CR1 was defined as a CIP for its multiple actions in regulating
complement activation which highly expressed on erythrocytes and some
myeloid cells. CR1 can bind to C3b/ C4b trapped immune complexes89 thus transfer them to the phagocytes (like Kupffer
cells, macrophage) in the liver or spleen 90 for their
engulfment 91 (Figure 4). Aligning with the growing
evidences, CR1 was found play context dependent roles in inducing immune
tolerance 92,93. Low level of CR1 was detected on B
cells in rheumatoid arthritis (RA) patients. CR1 is involved in blocking
BCR induced B cell proliferation and differentiation into plasmablasts,
and then antibody production 94. iC3b dose dependently
reduces the TLR9 stimulated activation markers of B cells through CR1.
TLR9 induced cytokine production, antibody production, and B cells
proliferation were all impaired through iC3b/CR1 interaction95. As mentioned above, CR1 can mediate the
elimination of circulating immune complexes and participate in inducing
B cell anergy to self-antigens depending on the micro-environment.

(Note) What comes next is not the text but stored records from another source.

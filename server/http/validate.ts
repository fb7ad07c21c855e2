import type { Request, RequestHandler, Response } from 'express';
import type { z } from 'zod';
import { AppError, zodDetails } from './errors';

/** The zod schemas a route parses its request's parts with. */
export type RequestSchemas = { params?: z.ZodType; query?: z.ZodType; body?: z.ZodType };

/** The parsed parts, each typed by the schema that parsed it. */
export type ValidInput<Schemas extends RequestSchemas> = { [Part in keyof Schemas]: Schemas[Part] extends z.ZodType ? z.output<Schemas[Part]> : never };

/** Where in a request part a text holds NUL (U+0000), which PostgreSQL's text cannot store. */
function nulPath(value: unknown, path: string[] = []): string | null {
  if (typeof value === 'string') return value.includes('\u0000') ? path.join('.') : null;
  if (value === null || typeof value !== 'object') return null;
  for (const [key, inner] of Object.entries(value)) {
    const found = key.includes('\u0000') ? [...path, key].join('.') : nulPath(inner, [...path, key]);
    if (found !== null) return found;
  }
  return null;
}

/** Parses the request's parts (params, query, body, in that order) with zod schemas from shared/;
 * 400 with the failing fields. Parsed asynchronously, since some checks (password strength) load
 * their data on first use. */
async function parseRequest<Schemas extends RequestSchemas>(schemas: Schemas, req: Request): Promise<ValidInput<Schemas>> {
  const parsed: Partial<Record<keyof RequestSchemas, unknown>> = {};
  for (const part of ['params', 'query', 'body'] as const) {
    const schema = schemas[part];
    if (!schema) continue;
    const invalid = `Some ${part === 'body' ? 'fields' : part} are not valid`;
    const nul = nulPath(req[part]);
    if (nul !== null) throw new AppError(400, 'validation', invalid, [{ path: nul, message: 'Holds a NUL character (U+0000), which cannot be stored' }]);
    const result = await schema.safeParseAsync(req[part] ?? {});
    if (!result.success) throw new AppError(400, 'validation', invalid, zodDetails(result.error));
    parsed[part] = result.data;
  }
  // Each part was parsed by its own schema just above, which is what ValidInput says of it.
  return parsed as ValidInput<Schemas>;
}

/** The last step of a route: parses the request with `schemas` and calls `handler` with the parsed
 * parts, typed from the schemas, so a route reads `authenticate, allow(...), validated({ body },
 * async ({ body }, req, res) => ...)` without casts. */
export function validated<Schemas extends RequestSchemas>(
  schemas: Schemas,
  handler: (input: ValidInput<Schemas>, req: Request, res: Response) => unknown,
): RequestHandler {
  return async (req, res) => {
    await handler(await parseRequest(schemas, req), req, res);
  };
}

Because of the immune complex clearance and complement regulating
ability, CR1 deficiency are involved in some inflammatory or
self-tolerance disorder-related disease like SLE. SLE is characterized
by the accumulation of IC and auto-antibodies 96, and
it can induce systematic chronic inflammation thus leading to tissue
destruction. Increased apoptotic cell, sub-cellular debris and ICs
derived from the placentation procedure pose a greater challenge to
mother, thus, generally, SLE become worse during pregnancy97. Reduced cell level of CR1 was detected in patients
with SLE, an independent risk factor leading to pathological pregnancy98. At present, it is not clear whether CR1 is
directly involved in adaptive immune tolerance in the local placenta.
However, it is currently known that CR1 gene defects are related to
pregnancy diseases such as PE and premature birth, and it is more common
in the severe HELLP syndrome 99, where inflammation is
an important feature of all these diseases 99,100.